WHAT TO DO ::
From the first line of the data below, copy each line up to the one containing "if (typeof window", and include that line too.

SOURCE MATERIAL ::

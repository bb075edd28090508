// When the app syncs without being asked: when the network comes back (`online`), when the app
// comes back to the foreground, on a timer, and when the service worker relays a Background Sync
// event. The push itself always runs in the page (it needs the session), see registerBackgroundSync.

export const BACKGROUND_SYNC_TAG = 'sharpfield-sync'
export const SYNC_MESSAGE = 'sharpfield:sync'

export interface SyncTriggerOptions {
  /** Called with `force` = true when the network just returned or the SW asked. */
  run: (force: boolean) => void
  intervalMs?: number
  isOnline?: () => boolean
}

/** Installs the triggers; returns a function that removes them. */
export function installSyncTriggers(options: SyncTriggerOptions): () => void {
  if (typeof window === 'undefined') return () => undefined
  const isOnline = options.isOnline ?? (() => navigator.onLine !== false)
  const onOnline = () => options.run(true)
  const onVisible = () => {
    if (document.visibilityState === 'visible' && isOnline()) options.run(false)
  }
  const onMessage = (event: MessageEvent) => {
    if ((event.data as { type?: unknown } | null)?.type === SYNC_MESSAGE) options.run(true)
  }
  const timer = setInterval(() => {
    if (isOnline()) options.run(false)
  }, options.intervalMs ?? 60_000)
  window.addEventListener('online', onOnline)
  document.addEventListener('visibilitychange', onVisible)
  navigator.serviceWorker?.addEventListener('message', onMessage)
  return () => {
    clearInterval(timer)
    window.removeEventListener('online', onOnline)
    document.removeEventListener('visibilitychange', onVisible)
    navigator.serviceWorker?.removeEventListener('message', onMessage)
  }
}

interface SyncCapableRegistration extends ServiceWorkerRegistration {
  sync?: { register(tag: string): Promise<void> }
}

/**
 * Asks the browser for a Background Sync event when the network returns (Chromium has it; others
 * fall back to the `online` event and the timer). The service worker (public/sw-sync.js, loaded
 * by the generated worker through workbox `importScripts`) answers that event by messaging the
 * open pages, which then push: the worker never holds the session's tokens.
 */
export async function registerBackgroundSync(): Promise<boolean> {
  if (typeof navigator === 'undefined' || !navigator.serviceWorker?.controller) return false
  try {
    const registration = (await navigator.serviceWorker.ready) as SyncCapableRegistration
    if (!registration.sync) return false
    await registration.sync.register(BACKGROUND_SYNC_TAG)
    return true
  } catch {
    return false
  }
}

ANSWER TO THIS TASK ::
repository bb075edd28090508
// When the app syncs without being asked: when the network comes back (`online`), when the app
// comes back to the foreground, on a timer, and when the service worker relays a Background Sync
// event. The push itself always runs in the page (it needs the session), see registerBackgroundSync.

export const BACKGROUND_SYNC_TAG = 'sharpfield-sync'
export const SYNC_MESSAGE = 'sharpfield:sync'

export interface SyncTriggerOptions {
  /** Called with `force` = true when the network just returned or the SW asked. */
  run: (force: boolean) => void
  intervalMs?: number
  isOnline?: () => boolean
}

/** Installs the triggers; returns a function that removes them. */
export function installSyncTriggers(options: SyncTriggerOptions): () => void {
  if (typeof window === 'undefined') return () => undefined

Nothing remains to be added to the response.